The ServiceMonitoringEmailNotificationScript.vbs script stores the state of the service to a variable named CurrentState. I want to retain the value of the current state before I attempt to start the service because I use that state in the first email message. After storing this value, the code attempts to start the service by using the StartService() method, and while this attempt is underway, the code composes and sends the service failure email message. (I’ll explain more about the email section of code shortly.) After the email message is configured and sent, the code calls a Delay function that waits up to 30 seconds for the service to start and exits the wait if the service starts before the 30 seconds is up. The Delay function acts like a Sleep function, but can “wake up” early if a second condition is met during the waiting period. So if the service starts in three seconds, that’s how long the delay will last.
After the delay, the code is ready to send the second email message that lets you know whether the StartService result was successful. Take a look at the InterrogService function to see the list of possible return codes and descriptions. Because the code attempted to start the service, some of the service properties have likely changed, so the code needs to run the WMI service query again to get an updated collection. Then, the code checks to see whether the service is started and running and whether the flag file exists. If these conditions are true, you know that the service did have a problem but now it’s OK. Now that everything’s back to normal, the code can delete the flag file and send a final email message indicating that the service is up and running.

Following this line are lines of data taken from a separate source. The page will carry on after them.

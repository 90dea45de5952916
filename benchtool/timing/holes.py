"""Missing samples: short holes are bridged by a straight line, long ones split the record."""

from __future__ import annotations

import numpy as np

from benchtool.timing.rows import Codes

BRIDGE = 3
"""Longest row of missing samples that is bridged by a straight line instead of split."""


def is_finite(value: np.generic) -> bool:
    """Tell whether a sample is there."""
    return bool(np.isfinite(value))


def open_hole(values: Codes) -> int:
    """Return how many missing samples at the end may belong to a hole that is still short."""
    if values.size == 0 or is_finite(values[-1]):
        return 0
    present = np.flatnonzero(np.isfinite(values[-(BRIDGE + 1) :]))
    missing = min(values.size, BRIDGE + 1) - (int(present[-1]) + 1 if present.size else 0)
    return missing if missing <= BRIDGE else 0


def bridged(values: Codes, before: float | None) -> Codes:
    """Fill short holes between present samples by straight lines.

    Args:
        values: Samples.
        before: The present sample just before them, None where there is none.
    """
    missing = ~np.isfinite(values)
    short = [
        np.arange(a, b)
        for a, b in _stretches(missing)
        if b - a <= BRIDGE and b < values.size and (a > 0 or before is not None)
    ]
    if not short:
        return values
    where, present = np.concatenate(short), np.flatnonzero(~missing)
    known = values[present]
    if before is not None:
        present, known = np.concatenate([[-1], present]), np.concatenate([[before], known])
    filled = values.copy()
    filled[where] = np.interp(where, present, known)
    return filled


def finite_runs(values: Codes) -> list[tuple[int, int]]:
    """Return the index ranges of present samples."""
    return _stretches(np.isfinite(values))


def _stretches(chosen: Codes) -> list[tuple[int, int]]:
    ends = np.flatnonzero(np.diff(np.concatenate([[False], chosen, [False]]).astype(np.int8)))
    return [(int(a), int(b)) for a, b in ends.reshape(-1, 2)]
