"""A steady change of the period over the record."""

from __future__ import annotations

import math

from benchtool.model.quantity import Contribution, Measured
from benchtool.model.timing import Intervals
from benchtool.uncertainty import combine

_LEAST_PERIODS = 10
_SIGNIFICANT = 4.0  # standard uncertainties: one false alarm in ten thousand records


def find_drift(intervals: Intervals) -> Measured | None:
    """Return the relative drift of the period in 1/s, where a straight trend stands out.

    Args:
        intervals: Intervals of the trace; at least ten periods are needed.

    References:
        Straight-line least squares; standard error of the slope from the residuals, n - 2
        degrees of freedom (GUM H.3).
    """
    period_s, at_s = intervals.period_s, intervals.period_starts_s
    if period_s.size < _LEAST_PERIODS:
        return None
    x, y = at_s - at_s.mean(), period_s - period_s.mean()
    square = float(x @ x)
    if square == 0:
        return None
    slope = float(x @ y) / square
    residual = y - slope * x
    dof = period_s.size - 2
    u = math.sqrt(float(residual @ residual) / dof / square)
    if abs(slope) <= _SIGNIFICANT * u:
        return None
    mean_s = float(period_s.mean())
    trend = Contribution(source="trend", u=u / mean_s, dof=dof, note="residuals of a line")
    return combine(slope / mean_s, "1/s", [trend], n=period_s.size)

Now it’s time to check out the CDO code that sends the “All’s well” email message. As it turns out, CDO comes in several versions. The version that VBScript language uses is called CDO for Win2K and is contained in the CDOSYS.dll module. CDO is integrated into Windows 2003, XP, and Win2K. Take a look at the section of code beginning at the line
objMessage.To = emailto
As you can see, the message object properties are pretty straightforward. You have a From property that specifies who the message is from, a To property that specifies who the message is being sent to, and a Textbody property that houses the plain text message you’re sending. The next lines contain the four Configuration. Field items that describe the message configuration.
However odd these configuration item names might seem, they need to be set up as you see them in the code at callout A on page 13. Without going into pages of explanation, I’ll simply say that the string http://schemas.microsoft.com/cdo/configuration indicates that these are unique identifiers; the string isn’t a reference to a Web site, as it might first appear. By setting the sendusing configuration item to 2, you’re indicating that you’re sending your message over a network. You need to set the smtpserver configuration item to the DNS name or IP address of your SMTP server. This information is hard-coded into the smtpserver variable at the beginning of the program. The smtpserverport configuration item is set to 25 because that’s the port that’s typically used for SMTP. Of course, you’d change this setting if you were using a different port. To update the configuration setting, you must use the Update method after you’ve finished setting up the configuration. That’s it for the message configuration. Finally, the code can send the message on its way by using the Send method of the message object.
Stay Tuned for the Next Script
I hope you find the ServiceMonitoringEmailNotificationScript.vbs script a useful addition to your scripting toolbox. I think my next iteration of this script will be to create an engine similar to this one, but instead of having one script for every service, I’m thinking of using a text file as input and devising the code so that I can monitor multiple services with a single script. I look forward to sharing that script with you in an upcoming article.